Our results documented a relatively high sensitivity and specificity for the RIDT use we supported in rural Mongolia, demonstrating the feasibility of training rural Mongolian clinicians and laboratory staff in RIDT use. Adopting RIDTs seems to these authors as a practical, morbidity and mortality–reducing step forward in modernizing Mongolia’s clinical care in rural settings. The key will be the cost and availability of RIDTs as Mongolia has little capacity for developing its own diagnostics.

However, it now seems likely that Mongolia’s access to inexpensive RIDTs could be further constrained. The US Food and Drug Administration (FDA) has recently called for diagnostic companies to meet new higher sensitivity and specificity benchmarks by January 2018 to continue to market RIDTs in the United States [8]. From observations at a recent international clinical virology meeting, this seems to be nudging US diagnostic companies with previously approved Clinical Laboratory Improvement Amendments (CLIA)-waived, later-flow antigen detection assays to move toward developing minimally complex, tabletop, cartridge-based molecular assays and abandoning their older assays. While this movement is a very good thing for patients and health care providers who have the resources to support these new, more accurate but higher-cost assays, in developing countries the new molecular assays may be cost-prohibitive at a time when RIDT use is just now becoming accepted in clinical care.
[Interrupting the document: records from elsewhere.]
// QuadWeights returns trapezoidal quadrature weights on the unknowns (on
// given points the trapezoid rule on them):
// Σ w_k u_k v_k ≈ ∫ u v dx for grid functions satisfying the boundary
// conditions (h at interior and periodic points, h/2 at Neumann and Robin
// end points). The second-order D2 with Neumann or Robin ends is symmetric
// in this weight (see linop.NewDiagWeight).
func (g *Interval) QuadWeights() []float64 {
	if g.pts != nil {
		// The trapezoid rule on the points: (x_{j+1} − x_{j−1})/2 inside,
		// half the end interval at a kept end point.
		x, n := g.pts, g.N
		w := make([]float64, g.Size())
		for k := range w {
			j := g.first + k
			lo, hi := max(j-1, 0), min(j+1, n-1)
			w[k] = (x[hi] - x[lo]) / 2
		}
		return w
	}
	w := make([]float64, g.Size())
	for k := range w {
		w[k] = g.H
	}
	if !g.Periodic() {
		if g.first == 0 {
			w[0] = g.H / 2
		}
		if g.last == g.N-1 {
			w[len(w)-1] = g.H / 2
		}
	}
	return w
}

// D1 returns the first-derivative matrix of the given order (2 or 4) on the
// unknowns: central differences inside, one-sided differences of the same
// order where the central stencil would leave the grid, and at a Neumann
// or Robin end point the value the condition prescribes, u' = −(α/β) u.
// It returns an error wrapping ErrGrid for another order or a grid too
// small for the stencils.
func (g *Interval) D1(order int) (*linop.CSR, error) { return g.diff(1, order) }

// D2 returns the second-derivative matrix of the given order (2 or 4) on
// the unknowns: central differences inside ((1, −2, 1)/h² and
// (−1, 16, −30, 16, −1)/(12h²)), one-sided 6-point differences next to the
// ends for order 4, and at a Neumann or Robin end point the Hermite formula
// that uses u' = −(α/β) u there (for order 2 this is the ghost-point row
// (2u₁ − 2u₀ − 2h u'₀)/h²). It returns an error wrapping ErrGrid for
// another order or a grid too small for the stencils.
func (g *Interval) D2(order int) (*linop.CSR, error) { return g.diff(2, order) }

// Lift returns the columns through which boundary data enter the m-th
// derivative (m = 1 or 2) of the given order: when the end conditions have
// right-hand sides g_left and g_right (u = g at a Dirichlet end, u' = g at
// a Neumann end, αu + βu' = g at a Robin end), the derivative of the grid
// function is D u + left·g_left + right·g_right, with D from D1 or D2 (the
// homogeneous conditions) and u the unknowns. This is the lifting of the
// data into a forcing term: u' = L u with data becomes u' = L u + b(t).
// A periodic grid has no data and gives zero columns.
func (g *Interval) Lift(m, order int) (left, right []float64, err error) {
	_, lift, err := g.diffLift(m, order)
	if err != nil {
		return nil, nil, err
	}
	return lift[0], lift[1], nil
}

func (g *Interval) diff(m, order int) (*linop.CSR, error) {
	d, _, err := g.diffLift(m, order)
	return d, err
}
This study had a number of limitations. We only studied 3 rural areas, and as much of Mongolia is similarly rural, these data should not be construed as nationally representative. Despite intensive training and written standard operating procedures, delays in rapid testing use may have occurred for at least some of the 75 NP swab specimens. Such delays, despite specimen refrigeration, may have resulted in reduced RIDT sensitivity. Similarly, while we assessed compliance through multiple training sessions and on-site observations, some NP specimen collections may not have been optimally collected. Even so, the RIDTs used in rural Mongolia had sensitivity and specificity statistics similar to statistics in reports from developed countries, supporting their use in these rather austere settings.